# I'm Sorry Edie!!



## 3Maltmom (May 23, 2005)

Yup Edie, I'm not calling you. I am telling the world what a blow-bag I am. Just thought I would save you the trouble ~ LOL

Now, your package was shipped yesterday. And yes, it was in the back of my Jeep for a week, and I forgot about it ~ :w00t:

I have taken a thousand pics of Daisy, and they are terrible. I'm done!!

Our IT Guy, from work, fancies himself as a professional photo guy, so is coming tomorrow to take pics. Yes, he's sick of my complaining of how I suck, and how you are ready to euthanize me. 

Daisy is on her worm meds.
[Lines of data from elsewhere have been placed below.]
# every key the run file may hold, per table
KNOWN_KEYS = {
    "": {"tracks", "motion", "observers", "fields", "time", "spectrum", "compute", "output",
         "plugins", "detectors"},
    "tracks": {"path", "format", "charge", "columns", "units", "u_offset"},
    "motion": {"degree", "extend", "smoothing"},
    "observers": {"name", "points", "plane", "sphere"},
    "observers.plane": {"center", "u", "v", "size", "shape"},
    "observers.sphere": {"center", "radius", "theta", "phi"},
    "fields": {"far_field"},
    "time": {"step", "start", "stop", "align"},
    "spectrum": {"frequencies", "coherent", "taper"},
    "spectrum.frequencies": {"start", "stop", "count", "spacing"},
    "compute": {"workers", "scheduler", "chunk"},
    "output": {"dir", "formats"},
}
DEGREES = (3, 5)  # spline degrees the run file may ask for (odd: symmetric interpolation)
# Points of one observer group and frequencies of a spectrum: both are allocated before the
# memory check (budget.py) can weigh the run, so they are bounded here.
MAX_POINTS_PER_GROUP = 10_000_000
MAX_FREQUENCIES = 10_000_000
# keys of earlier versions, with what replaced them (an error, never silently ignored)
REPLACED_KEYS = {
    ("tracks", "u_tolerance"): "was replaced by the slip check of positions against "
    "momenta, which needs no setting (README, 'Motion with momenta': the slip rule); remove "
    "the key",
}


@dataclasses.dataclass(frozen=True)
class TracksConfig:
    path: Path
    format: str | None = None
    charge_c: float | None = None
    columns: dict = dataclasses.field(default_factory=dict)
    units: dict = dataclasses.field(default_factory=dict)
    # ux, uy, uz were sampled at t + u_offset_s; None: the importer's offset, else 0
    u_offset_s: float | None = None
    plugins: dict = dataclasses.field(default_factory=dict)  # [plugins], for the importer

    def read_options(self) -> dict:
        """The keyword options of `lagfield.read_tracks` for this table (path aside)."""
        return dict(format=self.format, columns=self.columns, units=self.units,
                    charge=self.charge_c, options={"plugins": self.plugins})


@dataclasses.dataclass(frozen=True)
class MotionConfig:
    degree: int = 5
    extend: str = "ballistic"
    smoothing_m: float = 0.0


@dataclasses.dataclass(frozen=True)
class ObserverConfig:
    name: str
    kind: str  # "points", "plane" or "sphere"
    points_m: tuple = ()
    center_m: tuple = (0.0, 0.0, 0.0)
    u: tuple = (1.0, 0.0, 0.0)
    v: tuple = (0.0, 1.0, 0.0)
    size_m: tuple = (0.0, 0.0)
    shape: tuple = (1, 1)
    radius_m: float = 0.0
    theta_rad: tuple = (0.0, 0.0, 1)
    phi_rad: tuple = (0.0, 0.0, 1)


@dataclasses.dataclass(frozen=True)
class TimeConfig:
    step_s: float
    start_s: float | None = None
    stop_s: float | None = None
    align: str = "group"


@dataclasses.dataclass(frozen=True)
class SpectrumConfig:
    start_hz: float
    stop_hz: float
    count: int
    spacing: str = "linear"
    coherent: bool = True
    taper: str = "none"


@dataclasses.dataclass(frozen=True)
class ComputeConfig:
    workers: int | None = None
    scheduler: str | None = None
    chunk: int | None = None  # particles per task; None: chosen for the workers


@dataclasses.dataclass(frozen=True)
class OutputConfig:
    dir: Path
    formats: tuple = ("parquet",)


@dataclasses.dataclass(frozen=True)
class RunConfig:
    source: Path | None
    raw: dict
    tracks: TracksConfig
    motion: MotionConfig
    observers: tuple
    far_field: bool
    time: TimeConfig
    spectrum: SpectrumConfig | None
    compute: ComputeConfig
    output: OutputConfig
    plugins: dict
    detectors: tuple = ()  # DetectorConfig of each [[detectors]] entry (lagfield.detectors)


# ---------------------------------------------------------------------------- key names
def _unknown(word: str, choices, what: str) -> str:
    """"unknown key 'stpe'; did you mean 'step'?" (or the known names, when none is close)."""
    close = nearest(word, choices)
    hint = f"; did you mean '{close}'?" if close else f"; known: {', '.join(sorted(choices))}"
    return f"unknown {what} '{word}'{hint}"


def _check_keys(table: dict, section: str, label: str) -> None:
    for key in table:
        if (section, key) in REPLACED_KEYS:
            raise ConfigError(f"{label} {key} {REPLACED_KEYS[section, key]}")
        if key not in KNOWN_KEYS[section]:
            raise ConfigError(f"{label}: {_unknown(key, KNOWN_KEYS[section], 'key')}")


# ---------------------------------------------------------------------------- values
def _kind(value) -> str:
    names = {bool: "true/false", int: "a whole number", float: "a number", str: "a string",
             list: "a list", dict: "a table"}
    return f"{names.get(type(value), type(value).__name__)} ({value!r})"


def _text(value, label: str) -> str:
    """A non-empty string without control characters (a NUL cannot be in a path)."""
    if not isinstance(value, str) or not value.strip():
        raise ConfigError(f"{label}: expected a non-empty string, got {_kind(value)}")
    if not value.isprintable():
        raise ConfigError(f"{label}: {value!r} contains a control character")
    return value


def _choice(value, label: str, choices: tuple) -> str:
    if not isinstance(value, str) or value not in choices:
        options = " or ".join(f"'{c}'" for c in choices)
        raise ConfigError(f"{label}: must be {options}, got {_kind(value)}")
    return value


def _flag(value, label: str) -> bool:
    if not isinstance(value, bool):
        raise ConfigError(f"{label}: must be true or false, got {_kind(value)}")
    return value


def _whole(value, label: str, minimum: int = 1, maximum: int | None = None) -> int:
    if isinstance(value, bool) or not isinstance(value, int):
        raise ConfigError(f"{label}: expected a whole number, got {_kind(value)}")
    if value < minimum or (maximum is not None and value > maximum):
        top = f" and <= {maximum:,}" if maximum is not None else ""
        raise ConfigError(f"{label}: must be >= {minimum}{top}, got {value}")
    return value


def _positive(value: float, label: str) -> float:
    if not value > 0.0:
        raise ConfigError(f"{label}: must be positive, got {value!r}")
    return value


def _vector(value, dimension: str, label: str, length: int = 3) -> tuple:
    if not isinstance(value, list) or len(value) != length:
        raise ConfigError(f"{label}: expected a list of {length} numbers, got {_kind(value)}")
    return tuple(to_si(item, dimension, where=f"{label}[{i}]") for i, item in enumerate(value))


def _table(parent: dict, key: str, section: str, label: str, *, default=None) -> dict:
    value = parent.get(key, {} if default is None else default)
    if not isinstance(value, dict):
        raise ConfigError(f"{label}: must be a table, got {_kind(value)}")
    _check_keys(value, section, label)
    return value


def _path(value, base_dir: Path, label: str) -> Path:
    return (base_dir / _text(value, label)).resolve()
Rosanna is a nut case. Raul and Coby are kickin' it. Johnny is crazy. Tommy is a love. Earl is toothless. LBB is still 
blind. And Jops is still a bitch.:HistericalSmiley:

I'll call you in the morning girlfriend. I love you sooo very much.
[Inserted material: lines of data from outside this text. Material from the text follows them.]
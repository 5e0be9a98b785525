"""Error classes: every failure a user can cause has one of these, with a message that
says what is wrong and where (file, column, particle, row or time)."""

from __future__ import annotations


class LagfieldError(Exception):
    """Base class of every error lagfield reports to a user (exit code 2 on the CLI)."""

    exit_code = 2


class ConfigError(LagfieldError):
    """The run file is wrong: unknown key, bad type or unit, missing value."""


class UnitError(ConfigError):
    """A unit string that cannot be read, or one of the wrong dimension."""


class DetectorError(ConfigError):
    """A detector cannot be built or run: a bad `[[detectors]]` entry, a file it reads
    (impulse response, Touchstone) that is wrong, or a step too coarse for its band or rate."""


class TrackError(LagfieldError):
    """A track file is unreadable or its content is physically impossible.

    The message names the file, the column, the particle and the data row (counted
    from 1, header excluded) or the time, whichever apply.
    """

    exit_code = 3

    def __init__(self, message: str, *, path=None, column=None, particle=None, row=None,
                 time_s=None):
        where = []
        if path is not None:
            where.append(f"file {path}")
        if column is not None:
            where.append(f"column '{column}'")
        if particle is not None:
            where.append(f"particle {particle}")
        if row is not None:
            where.append(f"row {row}")
        if time_s is not None:
            where.append(f"t = {time_s:.9g} s")
        self.path, self.column, self.particle, self.row, self.time_s = (
            path, column, particle, row, time_s)
        self.reason = message
        super().__init__(f"{message} ({', '.join(where)})" if where else message)


class MotionError(LagfieldError):
    """The reconstructed motion is unphysical (speed reaching c)."""

    exit_code = 4


class ObserverError(LagfieldError):
    """An observer group is empty or badly placed (a track reaches one of its points)."""

    exit_code = 5


class PluginError(LagfieldError):
    """A plugin that a run selected is missing, broken or ambiguous."""

    exit_code = 6


class OutputError(LagfieldError):
    """The output directory cannot be written, or holds results and --overwrite is absent."""

    exit_code = 7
LBB: Keep an "eye" out for that package. I saw her ship it Auntie Edie

Jops: You saw NOTHING you idiot!! It's still in the back of Deb's Jeep


----------



## Snowbody (Jan 3, 2009)

So in other words, Deb, life is as usual at your place. :smpullhair::smpullhair:


----------



## plenty pets 20 (Jul 8, 2006)

I will NOT hold my breath waiting for the pictures. I am sure its a plot to kill me. 
I also Liked talking to your SECRETARY the other day. I want your kind of job. LOL Tell him he is a nice man for me. Will be waiting with baited breath for the pics and will share WHEN I GET THEM. Luv U Deb.


----------



## 3Maltmom (May 23, 2005)

plenty pets 20 said:


> I will NOT hold my breath waiting for the pictures. I am sure its a plot to kill me.
> I also Liked talking to your SECRETARY the other day. I want your kind of job. LOL Tell him he is a nice man for me. Will be waiting with baited breath for the pics and will share WHEN I GET THEM. Luv U Deb.


Oh Edie, it was hilarious!! I'm at a sales call, couldn't find my material, so opened the back of my Jeep. Well, to my surprise. the "goods" were still sitting there. So I know this client ships UPS. I said, "For the love of God, please box this up and ship it NOW!!" The poor warehouse guy was a bit scared ~ :HistericalSmiley:


----------



## 3Maltmom (May 23, 2005)

Edie, I forgot to add that my partner-in-crime (Secretary) flippin' ROCKS!!

We joke all the time, and when I called him for this, he was telling jokes from work. I was a bit short with him. I said, "Cut the crap, call Edie, get the address, and call this warehouse guy with the info."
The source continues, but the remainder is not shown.